Required action: For the records below, output each line exactly as it appears, from the first through the line with "describe, expect, it".

Exercise material:

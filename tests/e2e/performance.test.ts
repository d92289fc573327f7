import { evaluate } from "mathjs";
import type { Browser } from "playwright-core";
import { afterAll, beforeAll, describe, expect, it } from "vitest";
import { DEMO } from "../support/accounts";
import { axeViolations, describeViolations } from "../support/axe";
import { launchBrowser, newContext, signInPage, snap } from "../support/browser";
import { closeTestPool } from "../support/db";
import { AURELIAN_PROFILE, createJob } from "../integration/bench-fixtures";

// The textbook single-tuned response |H| = 1/sqrt(1 + (2Q·Δf/f0)²), −3 dB bandwidth f0/Q (from memory of any
// radio-engineering text), evaluated by mathjs at f0 = 455 kHz, Q = 50: 9.1 kHz wide.
const SWEEP_TEXT = Array.from({ length: 21 }, (_, i) => {
  const df = -20 + 2 * i;
  return `${df} ${(evaluate("20 * log10(1 / sqrt(1 + (2 * 50 * df / 455)^2))", { df }) as number).toFixed(2)}`;
}).join("\n");

let browser: Browser;
beforeAll(async () => {
  browser = await launchBrowser();
});
afterAll(async () => {
  await browser?.close();
  await closeTestPool();
});

describe("performance readings on the bench sheet", () => {
  it("opts in, records and judges readings, and plots the IF passband", async () => {
    const { jobId } = await createJob({ state: "on_bench", profile: { ...AURELIAN_PROFILE }, technicianEmail: DEMO.tech.email });
    const context = await newContext(browser);
    const page = await context.newPage();
    await signInPage(page, DEMO.tech.email, DEMO.tech.password);
    await page.goto(`/bench/jobs/${jobId}`);
    await page.getByRole("tab", { name: "Bench sheet" }).click();
    await expect.poll(() => page.getByRole("heading", { name: "Performance" }).count()).toBe(1);
    expect(await page.locator("[data-performance]").count()).toBe(0);

    await page.getByLabel("Take performance readings on this job").click();
    await expect.poll(() => page.locator("[data-performance]").count()).toBeGreaterThan(5);

    // Signal-to-noise without a service figure: recorded, never passed.
    const snr = page.locator('tr[data-performance="perf.snr"]');
    await snr.getByRole("textbox", { name: "Signal-to-noise at 1 mV input", exact: true }).fill("32");
    await snr.getByRole("button", { name: /Save/ }).click();
    await expect.poll(() => snr.getByText("Saved").count()).toBe(1);
    expect(await snr.getAttribute("data-verdict")).toBe("recorded");

    // Sensitivity typed in dBµV: 20 dBµV is 10 µV (definition), against a 15 µV service figure: better, so a pass.
    const mid = page.locator('tr[data-performance="perf.band.0.sens.mid"]');
    await mid.getByRole("combobox").selectOption("dBµV");
    await mid.getByRole("textbox").first().fill("20");
    expect(await mid.innerText()).toMatch(/= 10 µV/);
    await mid.getByLabel(/Service figure for/).fill("15");
    expect(await mid.getAttribute("data-verdict")).toBe("pass");
    await mid.getByRole("button", { name: /Save/ }).click();
    await expect.poll(() => page.locator('tr[data-performance="perf.band.0.sens.mid"]').getByText("Saved").count()).toBe(1);
    expect(await page.locator('tr[data-performance="perf.band.0.sens.mid"]').innerText()).toMatch(
      /at most 15 µV \(the set's service figure\)/,
    );

    // The IF passband, point by point: the figures, the table and the plot.
    await page.getByLabel(/One point a line/).fill(SWEEP_TEXT);
    await page.getByRole("button", { name: "Save the points" }).click();
    await expect.poll(() => page.getByTestId("pb-455-response-figures").count()).toBe(1);
    // Linear interpolation between points 2 kHz apart lands within 0.1 kHz of f0/Q.
    const width = /−3 dB bandwidth ([\d.]+) kHz/.exec(await page.getByTestId("pb-455-response-figures").innerText());
    expect(Number(width![1])).toBeCloseTo(9.1, 1);
    await expect.poll(() => page.locator("[data-sweep-point]").count()).toBe(21);
    expect(await page.getByRole("img", { name: /455 kHz: −3 dB bandwidth/ }).count()).toBe(1);
    expect(await page.getByRole("table", { name: "The points as read" }).locator("tbody tr").count()).toBe(21);

    const violations = (await axeViolations(page)).filter((v) => v.impact === "serious" || v.impact === "critical");
    expect(violations, describeViolations(violations)).toEqual([]);

    await page.mouse.move(0, 0);
    await page.getByTestId("performance-panel").scrollIntoViewIfNeeded();
    await snap(page, "performance-01-sheet-1280");
    await page.setViewportSize({ width: 390, height: 844 });
    await page.getByTestId("performance-panel").scrollIntoViewIfNeeded();
    await snap(page, "performance-02-sheet-390");
    await context.close();
  });
});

Response area:
filename tests/e2e/performance.test.ts
repository d92289fc573327f7
import { evaluate } from "mathjs";
import type { Browser } from "playwright-core";
import { afterAll, beforeAll, describe, expect, it } from "vitest";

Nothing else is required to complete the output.